- ASSIGNED TASK
Reproduce the entries below exactly, but only from the line containing "used = [row" to the line containing "def visible_roots(poles: Complex, zeros: Complex)", inclusive.

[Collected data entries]
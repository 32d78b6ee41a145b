"""How time constants, coefficients or poles are combined into one band edge.

Everything is written once, for an upper edge: H(s)/H(0) = Π(1 − s/z) / Π(1 − s/p). A lower edge is the same with
ω → 1/ω: an edge frequency ω_k = 1/(R_k C_k) takes the place of a time constant, 1/p that of a pole, and a zero at DC
drops out.
"""

from __future__ import annotations

import math
from collections.abc import Sequence

import numpy as np
from msgspec import Struct
from numpy.typing import NDArray

from tauledger.hand.estimate import InductorRow, LowerRow, SignalNode
from tauledger.hand.halves import counted
from tauledger.network.poles import cancelled_pairs
from tauledger.network.spectrum import ascending

Complex = NDArray[np.complex128]
Real = NDArray[np.float64]

HALF_POWER = 0.5 * math.log(2.0)
POINTS_PER_DECADE = 60


class Coefficients(Struct, frozen=True):
    """The first two coefficients of the denominator 1 + b1·s + b2·s², in s and s² (rad/s and its square for a1, a2)."""

    b1: float
    b2: float

    @property
    def separation(self) -> float:
        """b1²/b2: r + 2 + 1/r for two real poles of ratio r; below 4 the pair is complex; infinite for one pole."""
        return self.b1**2 / self.b2 if self.b2 else math.inf

    @property
    def q(self) -> float | None:
        """Q = √b2/b1 of the pair, None where it has none (b1 or b2 not positive)."""
        return math.sqrt(self.b2) / self.b1 if self.b1 > 0 and self.b2 > 0 else None


class Roots(Struct, frozen=True):
    """Poles and zeros in rad/s that are seen between input and output, sorted by magnitude, and the pairs that cancel.

    poles (n,), zeros (m,), cancelled (k,): the poles that have a zero within 2 % of themselves.
    """

    poles: Complex
    zeros: Complex
    cancelled: Complex


class Combined(Struct, frozen=True):
    """One band edge from the same network in every classical way, in Hz; None where that way gives no −3 dB frequency.

    lowest: the dominant time constant alone. all_nodes: all of them as separate real poles. exact_constants: the same
    with exact time constants. two_coefficients, all_poles: from the visible poles. with_zeros: with the zeros as well.
    sum_of_constants: 1/(2π·Στ), for a lower edge Σf_k. root_sum_of_squares: 1/(2π·√(Σ1/p² − 2Σ1/z²)), for a lower
    edge √(Σp² − 2Σz²)/2π. sigma: b2 / Σ_{i<j} τ_i·τ_j, None below two time constants. coefficients: b1, b2 of the
    visible poles; for a lower edge a1, a2 of s² + a1·s + a2. far_gain: |H| far beyond the edge relative to mid-band.
    stable: no pole in the right half plane. complex_pair: the dominant poles are complex. seen: b1 of the visible poles
    over the sum of the exact time constants, 1 where no pole is hidden; None where no time constant counts.
    """

    lowest: float | None
    all_nodes: float | None
    exact_constants: float | None
    two_coefficients: float | None
    all_poles: float | None
    with_zeros: float | None
    sum_of_constants: float | None
    root_sum_of_squares: float | None
    sigma: float | None
    coefficients: Coefficients
    roots: Roots
    far_gain: float
    stable: bool
    complex_pair: bool
    seen: float | None

    @property
    def hidden(self) -> bool:
        """Whether poles that a zero cancels hold more than a tenth of the time constants."""
        return len(self.roots.cancelled) > 0 and self.seen is not None and abs(self.seen - 1) > 0.1

    @property
    def two_coefficients_overshoot(self) -> bool:
        """Whether the two coefficients lead away from where all poles lead back: then they explain nothing.

        |ln f4/f3| + |ln f5/f4| > 1.2·|ln f5/f3| + 0.05 with f3 exact constants, f4 two coefficients, f5 all poles.
        """
        f3, f4, f5 = self.exact_constants, self.two_coefficients, self.all_poles
        if f3 is None or f4 is None or f5 is None:
            return False
        return abs(math.log(f4 / f3)) + abs(math.log(f5 / f4)) > 1.2 * abs(math.log(f5 / f3)) + 0.05


def combine_upper(
    nodes: Sequence[SignalNode], poles: Complex, zeros: Complex, inductors: Sequence[InductorRow] = ()
) -> Combined:
    """Combine the time constants of the nodes and inductors that count, and the roots of the upper network, into f_H.

    Of mirror images that carry one signal together, one half is taken.

    poles, zeros: of the upper network in rad/s (n,), (m,), both members of every complex pair.
    """
    rows: list[SignalNode | InductorRow] = [*counted(nodes).rows, *(row for row in inductors if row.in_path)]
    return _combine(
        [node.time_constant_s for node in rows],
        [node.time_constant_exact_s for node in rows],
        visible_roots(poles, zeros),
        lower=False,
    )


def combine_lower(rows: Sequence[LowerRow], poles: Complex, zeros: Complex) -> Combined:
    """Combine the edges of the coupling and bypass capacitors that count, and the roots of the lower network, into f_L.

    poles, zeros: of the lower network in rad/s (n,), (m,), both members of every complex pair.
    """
    used = [row for row in rows if row.in_path]
    return _combine(
        [2 * math.pi * row.edge_hand_hz for row in used],
        [2 * math.pi * row.edge_exact_hz for row in used],
        visible_roots(poles, zeros),
        lower=True,
    )


def visible_roots(poles: Complex, zeros: Complex) -> Roots:
    """Take out every pole that a zero cancels (within 2 %), and that zero: neither is seen at the output.

    poles, zeros: rad/s (n,), (m,), both members of every complex pair, in any order.
    """
    poles, zeros = _sorted(poles), _sorted(zeros)
    pole_gone, zero_gone = cancelled_pairs(poles, zeros)
    return Roots(poles[~pole_gone], zeros[~zero_gone], poles[pole_gone])


def coefficients(poles: Complex) -> Coefficients:
    """Give b1 = −Σ1/p and b2 = ½(b1² − Σ1/p²) of Π(1 − s/p); poles in rad/s (n,), none of them 0.

    Source: Gray, Hurst, Lewis and Meyer, Analysis and Design of Analog Integrated Circuits, 5th ed. (2009), sec. 7.3.
    """
    inverse = 1.0 / poles
    b1 = -float(np.sum(inverse).real)
    return Coefficients(b1, 0.5 * (b1**2 - float(np.sum(inverse**2).real)) if len(poles) > 1 else 0.0)


def two_pole_edge(b1: float, b2: float) -> float | None:
    """Give ω in rad/s where |1 + b1·jω + b2·(jω)²| = √2, complex pairs included; None where b1 = b2 = 0.

    ω² = (2·b2 − b1² + √((b1² − 2·b2)² + 4·b2²)) / (2·b2²), written so that b2 → 0 gives 1/b1 without cancellation.
    """
    m = b1**2 - 2 * b2
    root = math.hypot(m, 2 * b2)
    if m >= 0:
        return math.sqrt(2 / (m + root)) if m + root > 0 else None
    return math.sqrt((root - m) / 2) / abs(b2)


def root_sum_of_squares_edge(poles: Complex, zeros: Complex) -> float | None:
    """Give ω ≈ 1/√(Σ1/p² − 2·Σ1/z²) in rad/s, None where the zeros leave nothing to take the root of.

    Source: Sedra and Smith, Microelectronic Circuits, 8th ed., sec. 10.3.2 (from memory).
    """
    squares = float(np.sum(1 / poles**2).real) - 2 * float(np.sum(1 / zeros**2).real)
    return 1 / math.sqrt(squares) if squares > 0 else None


def first_fall(poles: Complex, zeros: Complex, level: float = HALF_POWER) -> float | None:
    """Give the first ω in rad/s at which Π|1 − jω/z| / Π|1 − jω/p| falls by `level` neper from DC (½·ln 2 is 3 dB).

    poles, zeros: rad/s (n,), (m,), none of them 0. None where the magnitude never falls that far.
    """
    if len(poles) == 0:
        return None
    magnitudes = np.abs(np.concatenate([poles, zeros]))
    start = 1e-3 * float(magnitudes.min()) / len(magnitudes)
    stop = 1e3 * float(magnitudes.max())
    excess = len(poles) - len(zeros)
    if excess > 0:
        # Far out the fall is excess·ln ω − Σ ln|p| + Σ ln|z|; with zeros far below the poles that begins late.
        asymptote = (level + _log_magnitude(poles) - _log_magnitude(zeros)) / excess
        stop = max(stop, 10 * math.exp(asymptote))
    grid = np.geomspace(start, stop, 2 + int(POINTS_PER_DECADE * math.log10(stop / start)))
    # A sharp pair turns faster than the grid: its own frequencies are looked at as well.
    grid = ascending(np.concatenate([grid, magnitudes, np.abs(np.concatenate([poles, zeros]).imag)]))
    grid = grid[(grid >= start) & (grid <= stop)]
    bracket = _first_bracket(grid, poles, zeros, level)
    # Each round narrows the bracket a hundredfold; the ratio of its ends starts at 1.04 at most.
    for _ in range(7):
        if bracket is None:
            return None
        bracket = _first_bracket(np.geomspace(*bracket, 101), poles, zeros, level) or bracket
    return None if bracket is None else math.sqrt(bracket[0] * bracket[1])


def _combine(hand: list[float], exact: list[float], roots: Roots, *, lower: bool) -> Combined:
    poles, zeros = roots.poles, roots.zeros
    if lower:
        poles, zeros = 1 / poles[poles != 0], 1 / zeros[zeros != 0]
    positive = [tau for tau in hand if tau > 0]
    positive_exact = [tau for tau in exact if tau > 0]
    pair = coefficients(poles)
    products = 0.5 * (math.fsum(positive_exact) ** 2 - math.fsum(tau**2 for tau in positive_exact))
    total = math.fsum(exact)
    nothing = np.empty(0, dtype=complex)

    def hz(omega: float | None) -> float | None:
        if omega is None:
            return None
        return (1 / omega if lower else omega) / (2 * math.pi)

    return Combined(
        lowest=hz(1 / max(positive)) if positive else None,
        all_nodes=hz(first_fall(_as_poles(positive), nothing)),
        exact_constants=hz(first_fall(_as_poles(positive_exact), nothing)),
        two_coefficients=hz(two_pole_edge(pair.b1, pair.b2)),
        all_poles=hz(first_fall(poles, nothing)),
        with_zeros=hz(first_fall(poles, zeros)),
        sum_of_constants=hz(1 / total) if total > 0 else None,
        root_sum_of_squares=hz(root_sum_of_squares_edge(poles, zeros)),
        sigma=pair.b2 / products if len(positive_exact) > 1 else None,
        coefficients=pair,
        roots=roots,
        far_gain=_far_gain(poles, zeros),
        complex_pair=len(poles) > 0 and bool(poles[np.argmin(np.abs(poles))].imag),
        seen=pair.b1 / total if total > 0 else None,
        stable=bool(np.all(roots.poles.real <= 0) and np.all(roots.cancelled.real <= 0)),
    )


def _as_poles(time_constants: list[float]) -> Complex:
    return np.array([-1 / tau for tau in time_constants], dtype=complex)


def _far_gain(poles: Complex, zeros: Complex) -> float:
    if len(poles) != len(zeros):
        return 0.0 if len(poles) > len(zeros) else math.inf
    return math.exp(_log_magnitude(poles) - _log_magnitude(zeros))


def _log_magnitude(roots: Complex) -> float:
    return float(np.sum(np.log(np.abs(roots))))


def _first_bracket(grid: Real, poles: Complex, zeros: Complex, level: float) -> tuple[float, float] | None:
    s = 1j * grid[:, None]
    with np.errstate(divide="ignore"):
        fall = np.sum(np.log(np.abs(1 - s / poles)), axis=1) - np.sum(np.log(np.abs(1 - s / zeros)), axis=1)
    below = np.flatnonzero(fall >= level)
    if len(below) == 0:
        return None
    first = int(below[0])
    return (float(grid[max(first - 1, 0)]), float(grid[first]))


def _sorted(roots: Complex) -> Complex:
    return np.array(sorted((complex(root) for root in roots), key=lambda root: (abs(root), root.imag)), dtype=complex)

- WRITTEN SOLUTION
    used = [row for row in rows if row.in_path]
    return _combine(
        [2 * math.pi * row.edge_hand_hz for row in used],
        [2 * math.pi * row.edge_exact_hz for row in used],
        visible_roots(poles, zeros),
        lower=True,
    )


def visible_roots(poles: Complex, zeros: Complex) -> Roots:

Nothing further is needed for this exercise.